### Your task
From the records below, set down exactly the lines starting with the line that contains "const ny = Math.min(Math.max(0, y0), y0" and going on through the line that contains "const dx = x - centres[2 * k]". Nothing else is wanted.

[Stored data entries]
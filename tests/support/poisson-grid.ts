// Test tool: the 2-D electric energy (1/2π) ∫ |∇h|² by solving −Δh = 2π(Σ_k δ^{(η_k)}_{x_k} − Nμ) on a
// grid, for μ the uniform disk of radius R centred at 0; independent of the smeared pair formulas.
// Method: bilinear (Q1) finite elements on the box [−B, B]² with n × n square cells; Dirichlet
// data on ∂box equal to the exact potential there, Σ_k −log|y − x_k| + N log|y| (Newton's theorem:
// outside all circles and the disk the charges act as points); the stiffness matrix
// K = K₁⊗M₁ + M₁⊗K₁ is diagonalised by the discrete sine transform (Strang & Fix, An Analysis of
// the Finite Element Method, 1973, §1.3; fast Poisson solvers: Buzbee, Golub & Nielson, SIAM J.
// Numer. Anal. 7, 1970), computed with a radix-2 FFT (Cooley & Tukey, Math. Comp. 19, 1965).
// Load vector: circle charges sampled at many equally spaced angles, the disk by exact cell
// areas inside and sub-cell midpoints on cut cells. Energy = Galerkin energy in the box plus the
// exterior energy −∮_{∂box} h ∂_n h (Green's identity; h = O(1/|y|) at infinity for a neutral
// charge), the boundary integral by composite Gauss–Legendre quadrature.
// Accuracy: the potential has gradient jumps on the circles, so the Galerkin energy error is
// O(h) (Strang & Fix 1973, ch. 3): the solver returns the values at n and n/2 as well.
import { compositeGL } from './uniform-measures'

function fft(re: Float64Array, im: Float64Array): void {
  const n = re.length
  for (let i = 1, j = 0; i < n; i++) {
    let bit = n >> 1
    for (; j & bit; bit >>= 1) j ^= bit
    j ^= bit
    if (i < j) {
      let t = re[i]
      re[i] = re[j]
      re[j] = t
      t = im[i]
      im[i] = im[j]
      im[j] = t
    }
  }
  for (let len = 2; len <= n; len <<= 1) {
    const ang = (-2 * Math.PI) / len
    const wr = Math.cos(ang)
    const wi = Math.sin(ang)
    for (let i = 0; i < n; i += len) {
      let cr = 1
      let ci = 0
      for (let k = 0; k < len / 2; k++) {
        const a = i + k
        const b = a + len / 2
        const xr = re[b] * cr - im[b] * ci
        const xi = re[b] * ci + im[b] * cr
        re[b] = re[a] - xr
        im[b] = im[a] - xi
        re[a] += xr
        im[a] += xi
        const t = cr * wr - ci * wi
        ci = cr * wi + ci * wr
        cr = t
      }
    }
  }
}

/** In-place DST-I along rows (stride 1) or columns of an M × M array: X_p = Σ_i x_i sin(π p i/(M+1)). */
function dst2(a: Float64Array, M: number): void {
  const n2 = 2 * (M + 1)
  const re = new Float64Array(n2)
  const im = new Float64Array(n2)
  for (const pass of [0, 1]) {
    for (let line = 0; line < M; line++) {
      re.fill(0)
      im.fill(0)
      for (let i = 0; i < M; i++) {
        const v = pass === 0 ? a[line * M + i] : a[i * M + line]
        re[i + 1] = v
        re[n2 - 1 - i] = -v
      }
      fft(re, im)
      for (let p = 0; p < M; p++) {
        const v = -0.5 * im[p + 1]
        if (pass === 0) a[line * M + p] = v
        else a[p * M + line] = v
      }
    }
  }
}

export interface GridProblem {
  centres: Float64Array // flat (x, y)
  etas: Float64Array
  /** Disk radius of the background; N μ has total charge N = number of centres. */
  R: number
  /** Half side of the box (must exceed R and every |x_k| + η_k). */
  B: number
}

/** (1/2π) ∫_{R²} |∇h_grid|² with n cells per side (n a power of two). */
export function gridElectricEnergy(pb: GridProblem, n: number): number {
  const { centres, etas, R, B } = pb
  const N = etas.length
  const h = (2 * B) / n
  const M = n - 1
  const node = (i: number, j: number): number => j * (n + 1) + i
  const coord = (i: number): number => -B + i * h
  const F = new Float64Array((n + 1) * (n + 1)) // ∫ φ_ij d(Σδ − Nμ), before the factor 2π
  // circle charges: periodic trapezoid rule in the angle, bilinear shares to the four nodes
  for (let k = 0; k < N; k++) {
    const K = Math.max(4096, Math.ceil((2 * Math.PI * etas[k] * 64) / h))
    for (let s = 0; s < K; s++) {
      const t = ((s + 0.5) * 2 * Math.PI) / K
      const x = centres[2 * k] + etas[k] * Math.cos(t)
      const y = centres[2 * k + 1] + etas[k] * Math.sin(t)
      const fx = (x + B) / h
      const fy = (y + B) / h
      const i = Math.floor(fx)
      const j = Math.floor(fy)
      const u = fx - i
      const v = fy - j
      const w = 1 / K
      F[node(i, j)] += w * (1 - u) * (1 - v)
      F[node(i + 1, j)] += w * u * (1 - v)
      F[node(i, j + 1)] += w * (1 - u) * v
      F[node(i + 1, j + 1)] += w * u * v
    }
  }
  // background −N/(πR²) on the disk
  const m = N / (Math.PI * R * R)
  const sub = 16
  for (let j = 0; j < n; j++) {
    for (let i = 0; i < n; i++) {
      const x0 = coord(i)
      const y0 = coord(j)
      const far = Math.max(Math.hypot(x0, y0), Math.hypot(x0 + h, y0), Math.hypot(x0, y0 + h), Math.hypot(x0 + h, y0 + h))
      const nx = Math.min(Math.max(0, x0), x0 + h) // nearest point of the cell to the origin
      const ny = Math.min(Math.max(0, y0), y0 + h)
      const near = Math.hypot(nx, ny)
      if (near >= R) continue
      if (far <= R) {
        const w = (m * h * h) / 4
        F[node(i, j)] -= w
        F[node(i + 1, j)] -= w
        F[node(i, j + 1)] -= w
        F[node(i + 1, j + 1)] -= w
        continue
      }
      const w = (m * h * h) / (sub * sub)
      for (let b = 0; b < sub; b++) {
        for (let a = 0; a < sub; a++) {
          const u = (a + 0.5) / sub
          const v = (b + 0.5) / sub
          if (Math.hypot(x0 + u * h, y0 + v * h) >= R) continue
          F[node(i, j)] -= w * (1 - u) * (1 - v)
          F[node(i + 1, j)] -= w * u * (1 - v)
          F[node(i, j + 1)] -= w * (1 - u) * v
          F[node(i + 1, j + 1)] -= w * u * v
        }
      }
    }
  }
  // exact potential and gradient outside all charges
  const hExact = (x: number, y: number): number => {
    let s = N * 0.5 * Math.log(x * x + y * y)
    for (let k = 0; k < N; k++) s -= 0.5 * Math.log((x - centres[2 * k]) ** 2 + (y - centres[2 * k + 1]) ** 2)
    return s
  }
  const gradExact = (x: number, y: number): [number, number] => {
    const r2 = x * x + y * y
    let gx = (N * x) / r2
    let gy = (N * y) / r2
    for (let k = 0; k < N; k++) {
      const dx = x - centres[2 * k]
      const dy = y - centres[2 * k + 1]
      const d2 = dx * dx + dy * dy
      gx -= dx / d2
      gy -= dy / d2
    }
    return [gx, gy]
  }
  const U = new Float64Array((n + 1) * (n + 1))
  for (let i = 0; i <= n; i++) {
    U[node(i, 0)] = hExact(coord(i), -B)
    U[node(i, n)] = hExact(coord(i), B)
    U[node(0, i)] = hExact(-B, coord(i))
    U[node(n, i)] = hExact(B, coord(i))
  }
  // right-hand side on interior nodes: 2π F − K_IB u_B (Q1 stencil (1/3)[−1 −1 −1; −1 8 −1; −1 −1 −1])
  const rhs = new Float64Array(M * M)
  for (let j = 1; j < n; j++) {
    for (let i = 1; i < n; i++) {
      let ku = 0
      for (let dj = -1; dj <= 1; dj++) {
        for (let di = -1; di <= 1; di++) {
          if (di === 0 && dj === 0) continue
          const ii = i + di
          const jj = j + dj
          if (ii === 0 || jj === 0 || ii === n || jj === n) ku -= U[node(ii, jj)] / 3
        }
      }
      rhs[(j - 1) * M + (i - 1)] = 2 * Math.PI * F[node(i, j)] - ku
    }
  }
  dst2(rhs, M)
  const kk = new Float64Array(M)
  const mm = new Float64Array(M)
  for (let p = 0; p < M; p++) {
    const c = Math.cos((Math.PI * (p + 1)) / n)
    kk[p] = (2 - 2 * c) / h
    mm[p] = (h * (4 + 2 * c)) / 6
  }
  for (let q = 0; q < M; q++) for (let p = 0; p < M; p++) rhs[q * M + p] /= kk[p] * mm[q] + mm[p] * kk[q]
  dst2(rhs, M)
  const scale = (2 / n) ** 2
  for (let j = 1; j < n; j++) for (let i = 1; i < n; i++) U[node(i, j)] = rhs[(j - 1) * M + (i - 1)] * scale
  // Galerkin energy in the box: Σ_cells u_eᵀ K_e u_e, K_e = (1/6)[4 −1 −2 −1; …] (counter-clockwise corners)
  let box = 0
  for (let j = 0; j < n; j++) {
    for (let i = 0; i < n; i++) {
      const a = U[node(i, j)]
      const b = U[node(i + 1, j)]
      const c = U[node(i + 1, j + 1)]
      const d = U[node(i, j + 1)]
      box += (4 * (a * a + b * b + c * c + d * d) - 2 * (a * b + b * c + c * d + d * a) - 4 * (a * c + b * d)) / 6
    }
  }
  // exterior energy −∮ h ∂_n h, n the outward normal of the box
  const side = (f: (t: number) => number): number => compositeGL(f, -B, B, 64)
  const ext = -(
    side(t => hExact(B, t) * gradExact(B, t)[0])
    - side(t => hExact(-B, t) * gradExact(-B, t)[0])
    + side(t => hExact(t, B) * gradExact(t, B)[1])
    - side(t => hExact(t, -B) * gradExact(t, -B)[1])
  )
  return (box + ext) / (2 * Math.PI)
}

### Problem solution
      const ny = Math.min(Math.max(0, y0), y0 + h)
      const near = Math.hypot(nx, ny)
      if (near >= R) continue
      if (far <= R) {
        const w = (m * h * h) / 4
        F[node(i, j)] -= w
        F[node(i + 1, j)] -= w
        F[node(i, j + 1)] -= w
        F[node(i + 1, j + 1)] -= w
        continue
      }
      const w = (m * h * h) / (sub * sub)
      for (let b = 0; b < sub; b++) {
        for (let a = 0; a < sub; a++) {
          const u = (a + 0.5) / sub
          const v = (b + 0.5) / sub
          if (Math.hypot(x0 + u * h, y0 + v * h) >= R) continue
          F[node(i, j)] -= w * (1 - u) * (1 - v)
          F[node(i + 1, j)] -= w * u * (1 - v)
          F[node(i, j + 1)] -= w * (1 - u) * v
          F[node(i + 1, j + 1)] -= w * u * v
        }
      }
    }
  }
  // exact potential and gradient outside all charges
  const hExact = (x: number, y: number): number => {
    let s = N * 0.5 * Math.log(x * x + y * y)
    for (let k = 0; k < N; k++) s -= 0.5 * Math.log((x - centres[2 * k]) ** 2 + (y - centres[2 * k + 1]) ** 2)
    return s
  }
  const gradExact = (x: number, y: number): [number, number] => {
    const r2 = x * x + y * y
    let gx = (N * x) / r2
    let gy = (N * y) / r2
    for (let k = 0; k < N; k++) {
      const dx = x - centres[2 * k]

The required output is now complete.